_EXERCISE BRIEF_
From the entries below, please output exactly the lines starting at the one containing "part = _part(module)" and ending at the one containing "name = f.attr", both included.

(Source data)
________________

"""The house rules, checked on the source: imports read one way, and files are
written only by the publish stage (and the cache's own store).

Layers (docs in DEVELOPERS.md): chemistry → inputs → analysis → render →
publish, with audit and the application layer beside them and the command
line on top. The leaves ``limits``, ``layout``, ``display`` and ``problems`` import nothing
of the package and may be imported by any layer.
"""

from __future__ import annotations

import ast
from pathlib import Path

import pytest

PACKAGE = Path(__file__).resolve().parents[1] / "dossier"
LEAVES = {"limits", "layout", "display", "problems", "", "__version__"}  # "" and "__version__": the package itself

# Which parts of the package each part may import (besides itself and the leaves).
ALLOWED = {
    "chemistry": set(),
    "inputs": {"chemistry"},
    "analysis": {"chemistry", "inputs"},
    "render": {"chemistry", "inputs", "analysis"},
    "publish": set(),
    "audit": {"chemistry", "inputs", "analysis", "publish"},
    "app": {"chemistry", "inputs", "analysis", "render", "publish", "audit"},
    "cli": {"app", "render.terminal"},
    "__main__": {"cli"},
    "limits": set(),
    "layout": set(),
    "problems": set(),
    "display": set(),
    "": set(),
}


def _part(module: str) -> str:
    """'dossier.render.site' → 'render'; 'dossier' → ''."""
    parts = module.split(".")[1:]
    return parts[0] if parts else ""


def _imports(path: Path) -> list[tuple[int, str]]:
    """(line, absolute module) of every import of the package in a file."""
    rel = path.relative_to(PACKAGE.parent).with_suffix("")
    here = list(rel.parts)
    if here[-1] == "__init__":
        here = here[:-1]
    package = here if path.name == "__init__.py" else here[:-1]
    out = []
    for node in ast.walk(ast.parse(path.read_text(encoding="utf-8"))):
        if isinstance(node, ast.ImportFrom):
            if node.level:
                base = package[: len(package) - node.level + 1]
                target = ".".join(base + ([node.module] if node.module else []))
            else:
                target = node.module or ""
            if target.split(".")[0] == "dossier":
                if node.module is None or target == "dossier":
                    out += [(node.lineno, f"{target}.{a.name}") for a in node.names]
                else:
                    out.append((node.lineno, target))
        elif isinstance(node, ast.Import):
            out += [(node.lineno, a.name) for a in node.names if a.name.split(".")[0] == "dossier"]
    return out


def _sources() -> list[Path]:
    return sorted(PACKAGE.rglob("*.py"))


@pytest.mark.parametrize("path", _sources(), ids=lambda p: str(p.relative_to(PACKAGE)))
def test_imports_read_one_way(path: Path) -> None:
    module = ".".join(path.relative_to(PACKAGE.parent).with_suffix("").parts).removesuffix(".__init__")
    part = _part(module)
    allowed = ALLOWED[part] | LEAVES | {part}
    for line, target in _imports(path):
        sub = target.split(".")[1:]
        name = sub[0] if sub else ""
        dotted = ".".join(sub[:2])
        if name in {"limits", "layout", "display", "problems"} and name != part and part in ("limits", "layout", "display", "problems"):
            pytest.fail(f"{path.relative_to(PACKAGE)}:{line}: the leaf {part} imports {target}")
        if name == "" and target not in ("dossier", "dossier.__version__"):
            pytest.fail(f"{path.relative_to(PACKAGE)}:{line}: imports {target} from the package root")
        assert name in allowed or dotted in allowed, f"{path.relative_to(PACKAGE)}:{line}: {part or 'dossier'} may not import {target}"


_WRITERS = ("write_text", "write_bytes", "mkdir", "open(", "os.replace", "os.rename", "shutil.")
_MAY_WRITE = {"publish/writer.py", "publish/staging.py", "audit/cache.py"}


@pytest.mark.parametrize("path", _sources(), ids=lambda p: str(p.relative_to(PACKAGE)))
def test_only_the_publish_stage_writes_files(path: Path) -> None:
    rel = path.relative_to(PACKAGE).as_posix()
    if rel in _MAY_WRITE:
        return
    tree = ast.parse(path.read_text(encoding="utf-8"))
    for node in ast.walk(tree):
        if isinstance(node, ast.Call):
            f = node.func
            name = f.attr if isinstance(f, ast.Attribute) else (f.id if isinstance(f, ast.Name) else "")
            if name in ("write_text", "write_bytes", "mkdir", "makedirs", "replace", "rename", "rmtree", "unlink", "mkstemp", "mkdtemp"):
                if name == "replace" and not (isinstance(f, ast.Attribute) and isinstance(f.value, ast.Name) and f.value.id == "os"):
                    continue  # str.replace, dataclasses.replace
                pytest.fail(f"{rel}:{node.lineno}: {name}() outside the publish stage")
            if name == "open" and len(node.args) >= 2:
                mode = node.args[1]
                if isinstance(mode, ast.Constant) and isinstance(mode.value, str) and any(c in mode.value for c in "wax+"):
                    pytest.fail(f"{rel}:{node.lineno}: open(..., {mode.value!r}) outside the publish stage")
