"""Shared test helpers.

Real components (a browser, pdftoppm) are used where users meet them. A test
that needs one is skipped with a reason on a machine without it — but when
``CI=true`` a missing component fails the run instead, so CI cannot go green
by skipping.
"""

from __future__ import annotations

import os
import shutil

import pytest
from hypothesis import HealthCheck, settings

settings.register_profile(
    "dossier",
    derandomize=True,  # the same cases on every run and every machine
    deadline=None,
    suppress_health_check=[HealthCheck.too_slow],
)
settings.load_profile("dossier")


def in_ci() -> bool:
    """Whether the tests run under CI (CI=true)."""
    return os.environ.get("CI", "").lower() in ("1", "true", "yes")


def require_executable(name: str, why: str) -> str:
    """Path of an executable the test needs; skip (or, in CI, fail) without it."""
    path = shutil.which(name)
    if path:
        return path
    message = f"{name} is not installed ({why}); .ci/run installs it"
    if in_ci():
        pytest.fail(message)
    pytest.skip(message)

________________

_YOUR RESPONSE_
    part = _part(module)
    allowed = ALLOWED[part] | LEAVES | {part}
    for line, target in _imports(path):
        sub = target.split(".")[1:]
        name = sub[0] if sub else ""
        dotted = ".".join(sub[:2])
        if name in {"limits", "layout", "display", "problems"} and name != part and part in ("limits", "layout", "display", "problems"):
            pytest.fail(f"{path.relative_to(PACKAGE)}:{line}: the leaf {part} imports {target}")
        if name == "" and target not in ("dossier", "dossier.__version__"):
            pytest.fail(f"{path.relative_to(PACKAGE)}:{line}: imports {target} from the package root")
        assert name in allowed or dotted in allowed, f"{path.relative_to(PACKAGE)}:{line}: {part or 'dossier'} may not import {target}"


_WRITERS = ("write_text", "write_bytes", "mkdir", "open(", "os.replace", "os.rename", "shutil.")
_MAY_WRITE = {"publish/writer.py", "publish/staging.py", "audit/cache.py"}


@pytest.mark.parametrize("path", _sources(), ids=lambda p: str(p.relative_to(PACKAGE)))
def test_only_the_publish_stage_writes_files(path: Path) -> None:
    rel = path.relative_to(PACKAGE).as_posix()
    if rel in _MAY_WRITE:
        return
    tree = ast.parse(path.read_text(encoding="utf-8"))
    for node in ast.walk(tree):
        if isinstance(node, ast.Call):
            f = node.func
            name = f.attr if isinstance(f, ast.Attribute) else (f.id if isinstance(f, ast.Name) else "")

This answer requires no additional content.